Collected data entries

============

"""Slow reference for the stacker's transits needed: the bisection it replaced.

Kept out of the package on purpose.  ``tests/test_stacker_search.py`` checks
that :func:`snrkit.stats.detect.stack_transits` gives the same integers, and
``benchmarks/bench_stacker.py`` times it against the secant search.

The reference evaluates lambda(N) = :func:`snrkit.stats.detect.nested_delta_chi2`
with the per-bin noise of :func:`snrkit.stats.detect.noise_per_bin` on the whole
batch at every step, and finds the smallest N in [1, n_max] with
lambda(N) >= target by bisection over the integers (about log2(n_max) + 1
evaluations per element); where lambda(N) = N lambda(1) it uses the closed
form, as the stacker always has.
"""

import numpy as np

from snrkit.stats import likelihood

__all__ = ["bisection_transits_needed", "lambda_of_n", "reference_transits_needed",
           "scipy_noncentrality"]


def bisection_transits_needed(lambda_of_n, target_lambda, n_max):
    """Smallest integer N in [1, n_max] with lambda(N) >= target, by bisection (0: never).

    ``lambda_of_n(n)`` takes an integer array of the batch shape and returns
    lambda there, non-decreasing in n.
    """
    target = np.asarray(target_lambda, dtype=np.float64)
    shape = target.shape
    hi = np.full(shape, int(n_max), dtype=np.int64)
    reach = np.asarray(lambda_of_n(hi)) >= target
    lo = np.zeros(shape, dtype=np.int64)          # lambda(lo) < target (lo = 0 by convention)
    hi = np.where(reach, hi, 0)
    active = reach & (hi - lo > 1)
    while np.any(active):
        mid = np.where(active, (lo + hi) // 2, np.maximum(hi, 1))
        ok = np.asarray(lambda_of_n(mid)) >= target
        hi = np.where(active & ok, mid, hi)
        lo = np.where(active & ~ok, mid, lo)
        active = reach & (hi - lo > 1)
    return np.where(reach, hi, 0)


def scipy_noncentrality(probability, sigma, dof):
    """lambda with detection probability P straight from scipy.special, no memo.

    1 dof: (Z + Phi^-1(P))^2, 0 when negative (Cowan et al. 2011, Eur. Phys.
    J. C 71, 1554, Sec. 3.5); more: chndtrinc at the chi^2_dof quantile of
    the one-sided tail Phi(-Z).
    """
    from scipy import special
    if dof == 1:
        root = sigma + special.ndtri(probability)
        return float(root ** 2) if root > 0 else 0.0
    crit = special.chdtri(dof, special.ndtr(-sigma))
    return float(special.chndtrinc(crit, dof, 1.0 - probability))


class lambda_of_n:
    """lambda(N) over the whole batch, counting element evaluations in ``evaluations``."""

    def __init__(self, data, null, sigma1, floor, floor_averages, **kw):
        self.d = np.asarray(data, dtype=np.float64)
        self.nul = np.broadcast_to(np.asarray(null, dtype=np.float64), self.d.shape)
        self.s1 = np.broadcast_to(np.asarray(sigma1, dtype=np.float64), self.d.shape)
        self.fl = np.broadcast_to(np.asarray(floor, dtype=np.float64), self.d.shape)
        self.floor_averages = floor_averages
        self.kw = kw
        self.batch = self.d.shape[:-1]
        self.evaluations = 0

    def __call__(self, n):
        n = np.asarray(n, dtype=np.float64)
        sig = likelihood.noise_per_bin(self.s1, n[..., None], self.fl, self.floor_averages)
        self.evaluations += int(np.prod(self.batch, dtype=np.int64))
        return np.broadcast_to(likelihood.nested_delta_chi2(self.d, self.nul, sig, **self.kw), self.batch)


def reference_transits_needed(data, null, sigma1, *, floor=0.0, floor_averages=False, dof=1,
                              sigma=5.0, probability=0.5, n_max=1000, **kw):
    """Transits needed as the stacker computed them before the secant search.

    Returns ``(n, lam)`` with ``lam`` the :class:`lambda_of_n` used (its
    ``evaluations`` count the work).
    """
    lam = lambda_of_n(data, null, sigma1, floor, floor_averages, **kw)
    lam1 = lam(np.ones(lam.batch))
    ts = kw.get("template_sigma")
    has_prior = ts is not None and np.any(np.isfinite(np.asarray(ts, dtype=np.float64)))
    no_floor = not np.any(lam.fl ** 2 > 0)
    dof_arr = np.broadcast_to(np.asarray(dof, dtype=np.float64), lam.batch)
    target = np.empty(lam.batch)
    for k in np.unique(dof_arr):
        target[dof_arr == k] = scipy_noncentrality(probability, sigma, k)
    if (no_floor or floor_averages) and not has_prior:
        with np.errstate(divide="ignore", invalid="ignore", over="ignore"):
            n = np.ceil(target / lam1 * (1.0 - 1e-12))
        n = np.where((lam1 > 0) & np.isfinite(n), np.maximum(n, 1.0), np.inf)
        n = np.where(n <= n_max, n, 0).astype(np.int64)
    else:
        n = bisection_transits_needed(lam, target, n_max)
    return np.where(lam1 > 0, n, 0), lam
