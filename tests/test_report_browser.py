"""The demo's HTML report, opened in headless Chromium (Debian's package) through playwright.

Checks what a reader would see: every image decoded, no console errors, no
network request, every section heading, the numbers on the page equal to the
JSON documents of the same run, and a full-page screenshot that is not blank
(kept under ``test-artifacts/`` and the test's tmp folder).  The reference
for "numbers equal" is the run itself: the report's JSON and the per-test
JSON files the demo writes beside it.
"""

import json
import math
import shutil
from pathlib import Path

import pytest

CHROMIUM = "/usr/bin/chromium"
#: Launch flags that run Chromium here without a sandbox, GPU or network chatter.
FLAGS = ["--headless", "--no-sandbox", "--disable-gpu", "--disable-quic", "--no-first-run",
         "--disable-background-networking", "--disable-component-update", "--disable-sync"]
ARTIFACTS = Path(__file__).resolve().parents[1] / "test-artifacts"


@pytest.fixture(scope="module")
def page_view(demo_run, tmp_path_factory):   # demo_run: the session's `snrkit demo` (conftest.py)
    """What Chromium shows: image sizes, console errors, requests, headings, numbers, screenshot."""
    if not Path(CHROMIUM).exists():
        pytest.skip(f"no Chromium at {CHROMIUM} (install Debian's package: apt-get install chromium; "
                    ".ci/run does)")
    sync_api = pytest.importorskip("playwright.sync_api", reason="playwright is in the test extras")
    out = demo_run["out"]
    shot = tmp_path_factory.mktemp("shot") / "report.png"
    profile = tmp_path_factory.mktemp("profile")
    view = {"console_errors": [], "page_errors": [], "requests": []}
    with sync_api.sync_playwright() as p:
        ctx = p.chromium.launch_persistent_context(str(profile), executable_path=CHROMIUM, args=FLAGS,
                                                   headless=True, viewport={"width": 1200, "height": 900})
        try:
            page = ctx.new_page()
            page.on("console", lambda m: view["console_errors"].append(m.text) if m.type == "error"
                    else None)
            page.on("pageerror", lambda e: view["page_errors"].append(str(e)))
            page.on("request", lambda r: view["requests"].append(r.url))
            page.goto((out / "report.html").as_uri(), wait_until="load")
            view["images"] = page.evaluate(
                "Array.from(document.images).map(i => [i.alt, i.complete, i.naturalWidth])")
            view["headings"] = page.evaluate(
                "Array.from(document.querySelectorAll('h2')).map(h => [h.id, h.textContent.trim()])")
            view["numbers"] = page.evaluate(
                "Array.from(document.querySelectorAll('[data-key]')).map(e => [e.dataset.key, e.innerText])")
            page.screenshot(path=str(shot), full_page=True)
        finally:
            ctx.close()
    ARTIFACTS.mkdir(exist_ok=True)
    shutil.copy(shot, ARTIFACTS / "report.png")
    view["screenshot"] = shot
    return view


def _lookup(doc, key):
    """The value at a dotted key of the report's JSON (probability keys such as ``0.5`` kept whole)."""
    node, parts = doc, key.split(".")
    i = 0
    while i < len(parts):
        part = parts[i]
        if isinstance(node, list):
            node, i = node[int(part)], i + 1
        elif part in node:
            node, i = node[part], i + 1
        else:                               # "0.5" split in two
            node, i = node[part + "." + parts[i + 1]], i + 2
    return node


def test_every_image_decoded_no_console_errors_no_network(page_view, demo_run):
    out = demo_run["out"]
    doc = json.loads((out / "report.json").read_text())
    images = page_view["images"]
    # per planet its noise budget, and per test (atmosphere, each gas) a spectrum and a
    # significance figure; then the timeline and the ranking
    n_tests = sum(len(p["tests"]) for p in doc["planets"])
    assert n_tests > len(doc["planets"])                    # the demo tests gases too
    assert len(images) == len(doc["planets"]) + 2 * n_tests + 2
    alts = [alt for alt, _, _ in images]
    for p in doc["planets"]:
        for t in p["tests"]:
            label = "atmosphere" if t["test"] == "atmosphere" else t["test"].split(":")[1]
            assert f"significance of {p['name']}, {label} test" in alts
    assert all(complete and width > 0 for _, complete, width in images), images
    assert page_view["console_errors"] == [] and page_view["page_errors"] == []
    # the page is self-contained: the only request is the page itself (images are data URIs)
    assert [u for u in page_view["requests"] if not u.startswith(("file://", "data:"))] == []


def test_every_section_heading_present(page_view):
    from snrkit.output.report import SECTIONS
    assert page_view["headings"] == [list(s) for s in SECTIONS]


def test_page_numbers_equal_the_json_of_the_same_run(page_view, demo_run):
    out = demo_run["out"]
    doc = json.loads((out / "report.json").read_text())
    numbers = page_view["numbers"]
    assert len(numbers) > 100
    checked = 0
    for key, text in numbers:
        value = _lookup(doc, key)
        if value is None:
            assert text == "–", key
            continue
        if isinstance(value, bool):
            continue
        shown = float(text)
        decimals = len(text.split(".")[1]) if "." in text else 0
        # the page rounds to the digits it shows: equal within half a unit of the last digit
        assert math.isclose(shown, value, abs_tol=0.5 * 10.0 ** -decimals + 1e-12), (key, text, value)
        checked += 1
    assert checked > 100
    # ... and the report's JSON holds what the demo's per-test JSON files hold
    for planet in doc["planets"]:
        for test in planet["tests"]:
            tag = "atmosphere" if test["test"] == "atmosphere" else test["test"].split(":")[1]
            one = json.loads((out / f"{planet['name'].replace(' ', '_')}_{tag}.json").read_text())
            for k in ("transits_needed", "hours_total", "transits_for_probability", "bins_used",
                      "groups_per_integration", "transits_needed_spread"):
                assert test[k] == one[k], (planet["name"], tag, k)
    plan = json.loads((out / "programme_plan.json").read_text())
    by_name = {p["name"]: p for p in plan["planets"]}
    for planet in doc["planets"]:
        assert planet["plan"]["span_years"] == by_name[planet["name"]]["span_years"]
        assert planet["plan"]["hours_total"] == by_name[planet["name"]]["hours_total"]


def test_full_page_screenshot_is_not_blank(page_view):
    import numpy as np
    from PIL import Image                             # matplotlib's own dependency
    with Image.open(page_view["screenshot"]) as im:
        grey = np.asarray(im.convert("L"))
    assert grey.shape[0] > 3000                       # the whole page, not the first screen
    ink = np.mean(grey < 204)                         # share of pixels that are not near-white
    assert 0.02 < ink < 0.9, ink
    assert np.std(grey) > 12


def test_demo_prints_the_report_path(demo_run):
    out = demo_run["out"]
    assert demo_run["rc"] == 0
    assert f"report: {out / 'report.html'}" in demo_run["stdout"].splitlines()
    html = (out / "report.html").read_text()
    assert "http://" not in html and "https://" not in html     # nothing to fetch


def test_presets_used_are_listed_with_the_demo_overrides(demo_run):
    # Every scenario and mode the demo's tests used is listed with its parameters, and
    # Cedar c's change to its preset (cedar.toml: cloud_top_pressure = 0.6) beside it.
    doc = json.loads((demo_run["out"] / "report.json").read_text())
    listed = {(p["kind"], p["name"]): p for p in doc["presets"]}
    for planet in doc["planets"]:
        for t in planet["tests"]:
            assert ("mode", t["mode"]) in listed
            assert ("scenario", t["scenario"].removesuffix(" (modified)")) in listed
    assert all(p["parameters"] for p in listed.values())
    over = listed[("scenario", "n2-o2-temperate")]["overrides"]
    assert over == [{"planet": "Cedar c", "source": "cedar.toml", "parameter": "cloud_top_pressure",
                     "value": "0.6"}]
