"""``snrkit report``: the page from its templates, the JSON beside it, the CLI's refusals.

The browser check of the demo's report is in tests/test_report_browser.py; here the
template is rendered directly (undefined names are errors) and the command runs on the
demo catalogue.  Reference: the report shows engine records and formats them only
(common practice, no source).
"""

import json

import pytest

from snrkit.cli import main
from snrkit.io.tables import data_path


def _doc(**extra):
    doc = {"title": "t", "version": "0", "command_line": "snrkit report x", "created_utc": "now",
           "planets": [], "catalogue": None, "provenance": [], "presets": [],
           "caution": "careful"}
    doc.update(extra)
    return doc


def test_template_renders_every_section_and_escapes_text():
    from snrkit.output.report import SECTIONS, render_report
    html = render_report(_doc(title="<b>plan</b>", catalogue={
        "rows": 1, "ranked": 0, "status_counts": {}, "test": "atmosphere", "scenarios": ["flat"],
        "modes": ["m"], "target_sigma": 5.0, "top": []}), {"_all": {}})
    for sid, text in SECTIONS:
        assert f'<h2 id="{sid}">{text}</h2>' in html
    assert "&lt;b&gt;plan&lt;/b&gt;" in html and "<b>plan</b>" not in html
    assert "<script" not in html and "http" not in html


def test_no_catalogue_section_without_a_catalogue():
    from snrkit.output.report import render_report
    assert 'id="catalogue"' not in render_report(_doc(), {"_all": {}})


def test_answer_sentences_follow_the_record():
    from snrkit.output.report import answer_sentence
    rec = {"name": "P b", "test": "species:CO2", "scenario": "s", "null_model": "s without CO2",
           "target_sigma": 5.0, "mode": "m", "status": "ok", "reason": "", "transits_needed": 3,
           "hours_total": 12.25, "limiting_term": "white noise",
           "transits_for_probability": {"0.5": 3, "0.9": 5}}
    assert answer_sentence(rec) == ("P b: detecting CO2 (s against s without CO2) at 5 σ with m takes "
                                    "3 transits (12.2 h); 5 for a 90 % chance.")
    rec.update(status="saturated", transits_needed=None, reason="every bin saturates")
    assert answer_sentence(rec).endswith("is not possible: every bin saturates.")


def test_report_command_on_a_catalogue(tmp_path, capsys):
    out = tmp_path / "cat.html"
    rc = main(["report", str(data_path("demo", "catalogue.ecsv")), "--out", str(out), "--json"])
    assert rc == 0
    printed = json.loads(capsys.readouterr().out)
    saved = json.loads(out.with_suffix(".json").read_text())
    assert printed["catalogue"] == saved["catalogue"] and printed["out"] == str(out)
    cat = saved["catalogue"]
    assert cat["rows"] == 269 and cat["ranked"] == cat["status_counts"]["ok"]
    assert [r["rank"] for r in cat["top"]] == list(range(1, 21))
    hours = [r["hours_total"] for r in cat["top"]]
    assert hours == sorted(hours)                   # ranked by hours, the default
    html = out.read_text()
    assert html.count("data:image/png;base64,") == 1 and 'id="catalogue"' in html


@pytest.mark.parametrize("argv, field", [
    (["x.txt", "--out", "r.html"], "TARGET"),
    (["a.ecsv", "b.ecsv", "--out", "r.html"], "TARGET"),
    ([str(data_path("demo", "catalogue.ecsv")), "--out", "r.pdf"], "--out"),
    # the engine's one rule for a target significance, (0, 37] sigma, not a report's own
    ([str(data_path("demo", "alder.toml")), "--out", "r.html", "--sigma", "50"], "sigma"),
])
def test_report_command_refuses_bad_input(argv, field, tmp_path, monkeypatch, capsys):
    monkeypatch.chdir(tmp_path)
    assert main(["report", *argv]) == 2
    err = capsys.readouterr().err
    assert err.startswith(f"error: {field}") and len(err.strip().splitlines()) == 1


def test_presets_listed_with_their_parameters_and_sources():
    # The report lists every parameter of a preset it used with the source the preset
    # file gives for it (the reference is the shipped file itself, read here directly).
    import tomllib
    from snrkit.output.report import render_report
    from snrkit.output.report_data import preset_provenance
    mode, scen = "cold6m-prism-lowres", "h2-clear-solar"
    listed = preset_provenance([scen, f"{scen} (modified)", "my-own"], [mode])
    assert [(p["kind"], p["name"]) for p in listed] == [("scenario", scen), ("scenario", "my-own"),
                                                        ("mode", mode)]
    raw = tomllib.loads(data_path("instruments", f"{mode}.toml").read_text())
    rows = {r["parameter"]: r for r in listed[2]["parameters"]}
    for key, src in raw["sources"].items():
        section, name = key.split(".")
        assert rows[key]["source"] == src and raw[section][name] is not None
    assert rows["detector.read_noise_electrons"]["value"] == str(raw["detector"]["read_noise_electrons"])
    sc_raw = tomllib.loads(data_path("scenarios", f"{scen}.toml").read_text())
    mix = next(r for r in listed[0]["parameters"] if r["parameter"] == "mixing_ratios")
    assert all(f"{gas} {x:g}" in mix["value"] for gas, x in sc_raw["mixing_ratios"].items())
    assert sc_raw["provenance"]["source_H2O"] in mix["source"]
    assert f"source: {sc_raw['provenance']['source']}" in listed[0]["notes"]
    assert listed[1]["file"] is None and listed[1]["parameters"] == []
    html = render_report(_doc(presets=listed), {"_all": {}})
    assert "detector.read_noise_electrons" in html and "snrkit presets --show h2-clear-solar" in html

============

Only lines containing the word "crit" should appear in the answer, and every such line from the records above must be there.

EXERCISE RESULT ::
    crit = special.chdtri(dof, special.ndtr(-sigma))
    return float(special.chndtrinc(crit, dof, 1.0 - probability))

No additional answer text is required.